Néanmoins, Foll voulait la sauver.

« Qu’en penses-tu, Shura ? » demanda-t-elle.

« Hein ? Moi ? », répond-il, l’air complètement abasourdi. Il n’avait probablement jamais pensé qu’on lui demanderait son avis.

Shura croisa les bras et réfléchit un moment avant de finalement dire : « Il me semble que son esprit est en désordre. Elle s’est même appelée Lily. »

« Ce qui veut dire que ses souvenirs reviendront avec le temps ? »

« C’est possible, alors je veux au moins veiller sur elle en attendant… D’ailleurs, j’ai entendu dire qu’il n’y avait plus de Carbuncles dans le monde. »

Peu importe ce qu’elle avait fait dans le passé, une partie de lui voulait voir son peuple survivre.

« Je veux aussi… la sauver, » Aristella se joignit inopinément à la conversation, soutenant Shura. « Ne pas avoir de souvenirs est très troublant… Se faire tuer sans rien savoir… ça doit être dur. »

« Aristella… »

Après avoir vu sa petite sœur exprimer son opinion de la sorte, Dexia ne put plus faire front.

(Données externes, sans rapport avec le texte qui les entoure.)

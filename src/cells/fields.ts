/**
 * Expression fields of a cell: parsing (cached by text, so an unchanged field costs a map
 * look-up on every edit), the names a field reads, and evaluation against the graph.
 */
import { parseExpression, type ParseResult } from '../expression/parse.ts';
import { symbolsOf, type Expr } from '../expression/ast.ts';
import { evaluateExpression, type Lookup, type Value } from '../expression/evaluate.ts';
import { literalOf, type Literal } from '../expression/literal.ts';
import type { CellError, Outcome, ProblemKind, RunContext, Use } from '../engine/node.ts';
import type { Quantity } from '../units/quantity.ts';
import { describe, plain } from '../units/quantity.ts';
import { unitDim, type DisplayUnit } from '../units/units.ts';
import { TIME, sameDim, describeDim } from '../units/dimension.ts';
import { unitFromText } from '../expression/unit-text.ts';
import { findWord } from '../expression/find-word.ts';

export interface Field {
  readonly path: string;
  readonly text: string;
  readonly expr: Expr;
}

/** parseExpression keeps the texts it parsed lately (expression/parse.ts). */
const parseCached = (text: string): ParseResult => parseExpression(text);

/** Parses the expression at `path`; on failure records a problem and returns undefined. */
export function field(value: unknown, path: string, problems: CellError[]): Field | undefined {
  if (typeof value !== 'string') {
    problems.push({ kind: 'shape', path, message: value === undefined ? 'is missing' : 'must be an expression written as text' });
    return undefined;
  }
  const r = parseCached(value);
  if (!r.ok) {
    problems.push({ kind: 'syntax', path, message: `${label(path)} ${r.error.message}`, ...(r.error.span ? { span: r.error.span } : {}) });
    return undefined;
  }
  return { path, text: value, expr: r.expr };
}

/**
 * The names the fields read (units and constants too: the graph sorts them out). `states`
 * marks fields that can read states (rate laws, event amounts under add or infuse).
 */
export function usesOf(fields: ReadonlyArray<Field | undefined>, { states = false } = {}): Use[] {
  const uses: Use[] = [];
  for (const f of fields) {
    if (!f) continue;
    for (const name of symbolsOf(f.expr)) uses.push({ name, path: f.path, text: f.text, ...(states ? { readsStates: true } : {}) });
  }
  return uses;
}

/** A short label for a field path in messages: `cells[0].items[1].value` -> `value`. */
export function label(path: string): string {
  const m = /\.([A-Za-z]+)(\[\d+\])?$/.exec(path);
  return m ? m[1] : 'the expression';
}

/**
 * The graph's values as an expression lookup, for a field that cannot read states (values,
 * times, levels, ranges, bounds): a state's name is not seen, so one spelled like a unit is
 * that unit there (`12 h` is twelve hours beside a state `h`).
 */
export function lookupFrom(ctx: RunContext, extra?: ReadonlyMap<string, Quantity>): Lookup {
  return (name) => {
    const x = extra?.get(name);
    if (x) return x;
    const b = ctx.binding(name);
    if (b?.kind === 'value') return b.truth ?? b.q;
    return undefined;
  };
}

/** Like lookupFrom, for a field that can read states (a rate law, an event amount): states read as their initial values. */
export function stateLookupFrom(ctx: RunContext, extra?: ReadonlyMap<string, Quantity>): Lookup {
  const values = lookupFrom(ctx, extra);
  return (name) => {
    const b = ctx.binding(name);
    return b?.kind === 'state' && !extra?.has(name) ? b.q : values(name);
  };
}

/** The time `t` while a law is checked: the start of a run. */
export const TIME_ZERO: Quantity = { ...plain(0), dim: TIME, unit: [['s', 1]] };

/** A problem on one field, thrown inside a node's run and turned into its error by `guarded`. */
export class FieldError extends Error {
  constructor(readonly error: CellError) {
    super(error.message);
  }
}

/** Throws the problem `kind` on the field at `path`. */
export function fail(path: string, message: string, kind: ProblemKind = 'invalid'): never {
  throw new FieldError({ kind, path, message });
}

/**
 * `q` to be shown in the unit the study picked for it (a parameter's or an answer's `unit`),
 * or `q` as it is when none was picked. A text that is not a unit, or a unit of another
 * dimension, is an error on that field.
 */
export function shownAs(q: Quantity, text: unknown, path: string): Quantity {
  if (typeof text !== 'string' || text.trim() === '') return q;
  const unit = unitFromText(text);
  if (!unit) throw new FieldError({ kind: 'unit', path, message: `"${text}" is not a unit (write it as in a value, such as mg / L or degF)` });
  if (!sameDim(unitDim(unit), q.dim)) {
    throw new FieldError({ kind: 'unit', path, message: `${describe(q)} cannot be shown in ${text}: it is ${describeDim(q.dim)}, and ${text} is ${describeDim(unitDim(unit))}` });
  }
  return { ...q, unit };
}

/** Runs a node's work; a FieldError thrown inside becomes the node's error on its field. */
export function guarded<O extends object>(run: () => Outcome<O>): Outcome<O> {
  try {
    return run();
  } catch (err) {
    if (err instanceof FieldError) return { ok: false, error: err.error };
    throw err;
  }
}

/** Evaluates a field to a quantity or true/false, or throws FieldError with a message on the field. */
export function valueOf(f: Field, lookup: Lookup): Value {
  const r = evaluateExpression(f.expr, lookup);
  if (!r.ok) {
    const span = r.error.token ? findWord(f.text, r.error.token) : undefined;
    throw new FieldError({ kind: r.error.units ? 'unit' : 'invalid', path: f.path, message: `${label(f.path)}: ${r.error.message}`, ...(span ? { span } : {}) });
  }
  return r.value;
}

/** Evaluates a field to a quantity, or throws FieldError with a message on the field. */
export function quantityOf(f: Field, lookup: Lookup): Quantity {
  const r = { value: valueOf(f, lookup) };
  if (typeof r.value === 'boolean') {
    throw new FieldError({ kind: 'invalid', path: f.path, message: `${label(f.path)} gives true/false; it must give a quantity` });
  }
  return r.value;
}

/** Like quantityOf, and the value must be a finite number. */
export function finiteQuantityOf(f: Field, lookup: Lookup): Quantity {
  return finite(f, quantityOf(f, lookup));
}

/** `q` if it is finite; otherwise a FieldError on `f` that says why it is not. */
export function finite(f: Field, q: Quantity): Quantity {
  if (!Number.isFinite(q.si)) {
    const why = Number.isNaN(q.si) ? 'is not a number (a logarithm or square root of a negative value?)' : 'is infinite (a division by zero?)';
    throw new FieldError({ kind: 'numeric', path: f.path, message: `${label(f.path)} ${why}: ${describe(q)}` });
  }
  return q;
}

/** A unit field ("mg / L"): numbers and units only, no study names; "1" for a plain number (a fraction, a ratio). */
export function unitOf(f: Field): DisplayUnit {
  const lit: Literal | null = literalOf(f.expr, () => false, new WeakMap());
  if (lit && lit.unit.length === 0 && lit.coef === 1 && f.text.trim() === '1') return lit.unit;
  if (!lit || lit.unit.length === 0) throw new FieldError({ kind: 'unit', path: f.path, message: `unit "${f.text}" is not a unit: write one such as degC, mg / L or 1 / h (or 1 for a plain number)` });
  if (lit.coef !== 1) throw new FieldError({ kind: 'unit', path: f.path, message: `unit "${f.text}" must be a unit without a number, such as mg / L` });
  return lit.unit;
}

« Deux pour et deux contre. C’est à vous de décider, ma petite dame », déclara Andrealphus.

« Ma réponse reste la même », répondit Foll en hochant la tête. « Nous sauvons Asmodée. »

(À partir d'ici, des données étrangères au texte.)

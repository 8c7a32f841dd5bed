/**
 * A spread on a computed value (`k = CL / V` given a spread of its own, or a fit's estimate)
 * stands for all of that value's uncertainty: wherever the uncertainty cell draws it, the
 * value is replaced by its draw, so the spreads upstream of it (CL's, V's) do not reach
 * anything through it. Those upstream spreads are drawn only where they reach the cell's
 * names another way; one that reaches them only through such a value is not drawn at all.
 * This file finds which inputs reach the names under that rule and says what it hid.
 */
import type { RunContext } from '../engine/node.ts';
import type { Input } from './uncertainty-inputs.ts';

/** The inputs kept (in their order) and a warning per computed value that hides a spread upstream of it. */
export interface ShadowedInputs {
  readonly inputs: Input[];
  readonly warnings: string[];
}

const listed = (names: readonly string[]): string => (names.length <= 1 ? names.join('') : `${names.slice(0, -1).join(', ')} and ${names[names.length - 1]}`);
const possessive = (names: readonly string[]): string => listed(names.map((n) => `${n}'s`));

/**
 * Keeps the inputs among `found` that can change a name in `of` with every other input
 * downstream of them held at its draw: a name in `of` itself, or one whose what-if (it, with
 * those downstream inputs replaced too) plans more nodes than the downstream inputs alone.
 * Cost: up to two what-if preparations per input.
 */
export function shadowedInputs(found: readonly Input[], of: readonly string[], ctx: Pick<RunContext, 'upstream' | 'whatIf'>): ShadowedInputs {
  const above = new Map(found.map((x) => [x.name, ctx.upstream(x.name)] as const));
  // the inputs downstream of x: those with x upstream of them
  const below = (x: Input) => found.filter((s) => s !== x && above.get(s.name)!.has(x.name)).map((s) => s.name);
  const plan = (replaced: readonly string[]): number | undefined => {
    const w = ctx.whatIf!(of, replaced);
    return w.ok ? w.plan.length : undefined;
  };
  const hidden = new Map<string, { dropped: string[]; kept: string[] }>();
  const inputs = found.filter((x) => {
    if (of.includes(x.name)) return true;
    const cut = below(x);
    const alone = plan([x.name]);
    if (!alone) return false;
    if (cut.length === 0) return true;
    const base = plan(cut) ?? 0;
    const reaches = (plan([x.name, ...cut]) ?? 0) > base;
    for (const s of cut) {
      const h = hidden.get(s) ?? { dropped: [], kept: [] };
      (reaches ? h.kept : h.dropped).push(x.name);
      hidden.set(s, h);
    }
    return reaches;
  });
  const warnings = [...hidden].map(([s, h]) => {
    const all = [...h.dropped, ...h.kept];
    const item = found.find((x) => x.name === s)!;
    const what = item.cell ? `${s} is an estimate of fit "${item.cell}" and is drawn from its standard error` : `${s} has a spread of its own`;
    const fix = item.cell ? '' : ` To carry ${possessive(all)} spread${all.length === 1 ? '' : 's'} through ${s} instead, remove ${s}'s spread.`;
    const others = of.filter((n) => n !== s);
    const their = h.dropped.length === 1 ? 'its spread is' : 'their spreads are';
    const dropped = !h.dropped.length ? ''
      : others.length ? ` ${listed(h.dropped)} reach${h.dropped.length === 1 ? 'es' : ''} ${listed(others)} only through ${s}, so ${their} not drawn at all.`
      : ` ${listed(h.dropped)}: ${their} not drawn at all.`;
    const kept = h.kept.length ? ` ${listed(h.kept)} ${h.kept.length === 1 ? 'is' : 'are'} still drawn where read other than through ${s}.` : '';
    return `${what}, which stands for all of its uncertainty: the spread${all.length === 1 ? '' : 's'} of ${listed(all)} upstream of it ${all.length === 1 ? 'is' : 'are'} not carried through ${s}.${dropped}${kept}${fix}`;
  });
  return { inputs, warnings };
}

« Milady…, » marmonne Dexia, mécontente.

« Je comprends que tu sois inquiète, Dexia », dit Foll avec un autre signe de tête. « Mais attendons pour l’instant. »

« Bien. »

Andrealphus n’avait pas non plus fait d’objections. Au lieu de cela, il déclara simplement : « Eh bien, soyez prudente. Il est temps pour moi de retourner à l’entraînement de mon successeur. »

« Hmm… »

« Aussi, êtes-vous sûre de vouloir tenir Zagan à l’écart d’Asmodée ? » demanda Andrealphus.

« Ouais. »

Il aurait peut-être été préférable de l’informer, mais c’était son travail. Foll se contenta donc de secouer la tête.

« Je ne veux pas inquiéter Zagan avec des choses inutiles. »

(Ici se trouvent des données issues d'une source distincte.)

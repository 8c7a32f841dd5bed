/**
 * The searches of a solve cell (cells/solve.ts) over the target as a function of the varied
 * value, and the outcome they give: over [min, max] every solution (a grid, then Brent's
 * method, numerics/roots-in-range.ts), the one defined, its rounded value and the target at
 * each; over `choices` the target at every choice and the one nearest the wanted value. A
 * search that finds nothing fails on the field it concerns, with the target's range.
 */
import type { Binding, ProblemKind } from '../engine/node.ts';
import type { NodeOutput, SolveChoice } from '../engine/report.ts';
import { type Quantity, describe, report, valueIn, fromUnit } from '../units/quantity.ts';
import { unitFactor } from '../units/units.ts';
import { rootsInRange } from '../numerics/roots-in-range.ts';
import { quantitySig } from './signatures.ts';
import { answerError, slopeAt, supportedDigits } from './solve-digits.ts';
import { solutionText, SHOWN_DIGITS } from '../study/use-solution.ts';

/** The target at an SI value of the varied name: its quantity, or why it has none there. */
export type TargetAt = (si: number) => { ok: true; q: Quantity } | { ok: false; reason: string };

/** A problem the search ends with, on a field of the cell (`min`, `roundTo`, `choices`…, `value`, `equals`). */
export interface SolveProblem {
  readonly field: string;
  readonly message: string;
  readonly kind?: ProblemKind;
  /** What the search found before it failed (the target's range, the runs made), for the report. */
  readonly output?: NodeOutput<'solve'>;
}

interface Common {
  readonly parameter: string;
  readonly as: string;
  /** The varied name's value now (its unit and kind are a solution's). */
  readonly present: Quantity;
  readonly wanted: Quantity;
  readonly targetText: string;
  readonly targetAt: TargetAt;
  readonly problem: (p: SolveProblem) => never;
  /** What-if runs made so far. */
  readonly count: () => number;
}

type Out = { ok: true; bindings: Map<string, Binding>; output: NodeOutput<'solve'> };

/** Grid intervals over [min, max]: 24, each checked for a sign change and for a dip of |target - wanted|. */
const INTERVALS = 24;

export function searchRange(a: Common & { min: Quantity; max: Quantity; step?: number; guess?: Quantity; accuracy: number; reason: () => string | undefined }): Out {
  const { parameter, present, wanted, min, max } = a;
  // every value of the target seen, for its slope at the answer (solve-digits.ts)
  const seen: Array<[number, number]> = [];
  const targetAt: TargetAt = (si) => {
    const r = a.targetAt(si);
    if (r.ok) seen.push([si, r.q.si]);
    return r;
  };
  const vary = (si: number): Quantity => ({ ...present, si, unit: min.unit });
  const goal = (si: number): Quantity => ({ ...wanted, si });
  const found = rootsInRange((x) => {
    const r = targetAt(x);
    return r.ok ? r.q.si - wanted.si : NaN;
  }, min.si, max.si, { intervals: INTERVALS });
  const span = `from ${describe(min)} to ${describe(max)}`;
  const gaps = found.undefinedIn.map(([from, to]) => ({ from: report(vary(from)), to: report(vary(to)), reason: a.reason() ?? 'no value' }));
  const gapWords = found.undefinedIn.length
    ? `; it has no value for ${parameter} ${found.undefinedIn.map(([from, to]) => `from ${describe(vary(from))} to ${describe(vary(to))}`).join(' and ')} (${a.reason() ?? 'no value'})`
    : '';
  if (Number.isNaN(found.low)) {
    a.problem({ field: 'value', kind: 'numeric', message: `the target ${a.targetText} has no value for any ${parameter} ${span}: ${a.reason() ?? 'it was not computed'}`, output: { evaluations: a.count() } });
  }
  const range = { low: report(goal(found.low + wanted.si)), high: report(goal(found.high + wanted.si)) };
  if (found.roots.length === 0) {
    a.problem({
      field: 'equals',
      output: { targetRange: range, ...(gaps.length ? { undefinedIn: gaps } : {}), evaluations: a.count() },
      message: `no ${parameter} ${span} gives ${a.targetText} = ${describe(wanted)}: over that range ${a.targetText} runs from ${describe(goal(found.low + wanted.si))} (at ${describe(vary(found.lowAt))}) to ${describe(goal(found.high + wanted.si))} (at ${describe(vary(found.highAt))})${gapWords}`,
    });
  }
  const roots = found.roots;
  const pick = a.guess ? roots.reduce((best, x) => (Math.abs(x - a.guess!.si) < Math.abs(best - a.guess!.si) ? x : best), roots[0]) : roots[0];
  const solution = vary(pick);
  const at = targetAt(pick);
  const achieved = at.ok ? shownLike(at.q, wanted) : goal(wanted.si);
  let rounded: Quantity | undefined;
  let achievedRounded: Quantity | undefined;
  let roundWords = '';
  if (a.step !== undefined) {
    rounded = roundedTo(solution, a.step);
    const r = targetAt(rounded.si);
    if (r.ok) achievedRounded = shownLike(r.q, wanted);
    roundWords = r.ok
      ? `; rounded to ${describe(rounded)} it gives ${describe(achievedRounded!)}`
      : `; rounded to ${describe(rounded)} the target has no value (${r.reason})`;
  }
  const defined = rounded ?? solution;
  // the digits the answer is good to, in the unit it is shown in (solve-digits.ts)
  const shown = report(solution);
  const width = max.si - min.si;
  const scale = wanted.si !== 0 ? wanted.si : Math.max(Math.abs(found.low + wanted.si), Math.abs(found.high + wanted.si));
  const error = answerError(a.accuracy, scale, slopeAt(seen, pick, achieved.si, width), width);
  const digits = supportedDigits(shown.value, error / unitFactor(solution.unit));
  const several = roots.length > 1
    ? `; ${roots.length} values ${span} meet the target (${roots.map((x) => describe(vary(x))).join(', ')}): the ${a.guess ? `one nearest the guess (${describe(a.guess)})` : 'smallest'} is used`
    : '';
  return {
    ok: true,
    bindings: new Map([[a.as, { kind: 'value', q: defined, sig: quantitySig(defined) }]]),
    output: {
      solution: shown,
      ...(digits !== undefined ? { digits } : {}),
      achieved: report(achieved),
      ...(rounded ? { rounded: report(rounded) } : {}),
      ...(achievedRounded ? { achievedRounded: report(achievedRounded) } : {}),
      solutions: roots.map((x) => report(vary(x))),
      targetRange: range,
      ...(gaps.length ? { undefinedIn: gaps } : {}),
      evaluations: a.count(),
      message: `${parameter} = ${solutionText(shown, digits ?? SHOWN_DIGITS)} gives ${a.targetText} = ${describe(achieved)}${roundWords}${several}${gapWords}`,
    },
  };
}

export function searchChoices(a: Common & { choices: Quantity[] }): Out {
  const { parameter, wanted, targetAt } = a;
  const tried = a.choices.map((c) => ({ c, r: targetAt(c.si) }));
  let best = -1;
  tried.forEach(({ r }, i) => {
    if (!r.ok) return;
    const b = tried[best]?.r;
    if (best < 0 || (b?.ok && Math.abs(r.q.si - wanted.si) < Math.abs(b.q.si - wanted.si))) best = i;
  });
  if (best < 0) {
    const first = tried[0].r;
    a.problem({ field: 'value', kind: 'numeric', message: `the target ${a.targetText} has no value at any of the choices: ${first.ok ? '' : first.reason}` });
  }
  const table: SolveChoice[] = tried.map(({ c, r }, i) => ({
    value: report(c),
    ...(r.ok ? { achieved: report(shownLike(r.q, wanted)) } : { reason: r.reason }),
    ...(i === best ? { chosen: true as const } : {}),
  }));
  const chosen = tried[best];
  const achieved = shownLike((chosen.r as { q: Quantity }).q, wanted);
  const missing = tried.filter(({ r }) => !r.ok).length;
  return {
    ok: true,
    bindings: new Map([[a.as, { kind: 'value', q: chosen.c, sig: quantitySig(chosen.c) }]]),
    output: {
      solution: report(chosen.c),
      achieved: report(achieved),
      choices: table,
      evaluations: a.count(),
      message: `of the ${tried.length} choices, ${parameter} = ${describe(chosen.c)} gives the target nearest ${describe(wanted)}: ${a.targetText} = ${describe(achieved)}${missing ? `; ${missing} of them give no value` : ''}`,
    },
  };
}

/** q shown in the unit of `like` (same dimension), keeping its own kind of temperature. */
function shownLike(q: Quantity, like: Quantity): Quantity {
  return { ...q, unit: like.unit };
}

/** q rounded to a multiple of `step` (SI size) as read in q's own unit: 1,333 mg to 1,250 mg with a step of 250 mg; 4.3 degC to 4.5 degC with 0.5 K. */
export function roundedTo(q: Quantity, step: number): Quantity {
  const size = step / unitFactor(q.unit);
  const v = valueIn(q, q.unit);
  const r = Math.round(v / size) * size;
  // the multiple written to the digits of the step, so that 3 × 0.1 is 0.3
  const digits = Math.max(0, Math.min(15, -Math.floor(Math.log10(size)) + 2));
  const rq = fromUnit(Number(r.toFixed(digits)), q.unit);
  return { ...rq, ...(q.temp && rq.temp !== q.temp && q.temp !== 'point' ? { temp: q.temp } : {}) };
}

« Parce que c’est votre premier emploi ? » demanda Andrealphus.

« Non, parce que Zagan a déjà la tête pleine à se préoccuper de l’anniversaire de Néphy. »

C’était donc à Foll de s’occuper de tout jusqu’à ce qu’il puisse fêter l’anniversaire de Néphy en toute sécurité. Andrealphus fut choqué par cette déclaration franche, mais Foll n’y prêta pas attention.

Au même moment, dans la salle du trône du palais de l’Archidémon, Barbatos et l’Archidémon Zagan se regardaient en chiens de faïence. Zagan était assis sur le trône, les jambes croisées, tandis que Barbatos était prêt à attaquer à tout moment, même s’il avait les mains dans les poches.

« C’est rare », dit Zagan, rompant le silence. « Ce n’est pas souvent que tu sors de ton foutu sous-espace pour me rendre visite en personne. »

N’importe quel message ordinaire aurait pu passer dans l’ombre, il devait donc s’agir de quelque chose d’important qui justifiait une rencontre en personne.

« Va te faire foutre. Je ne suis là que parce que tu n’as pas rempli ta part du contrat. »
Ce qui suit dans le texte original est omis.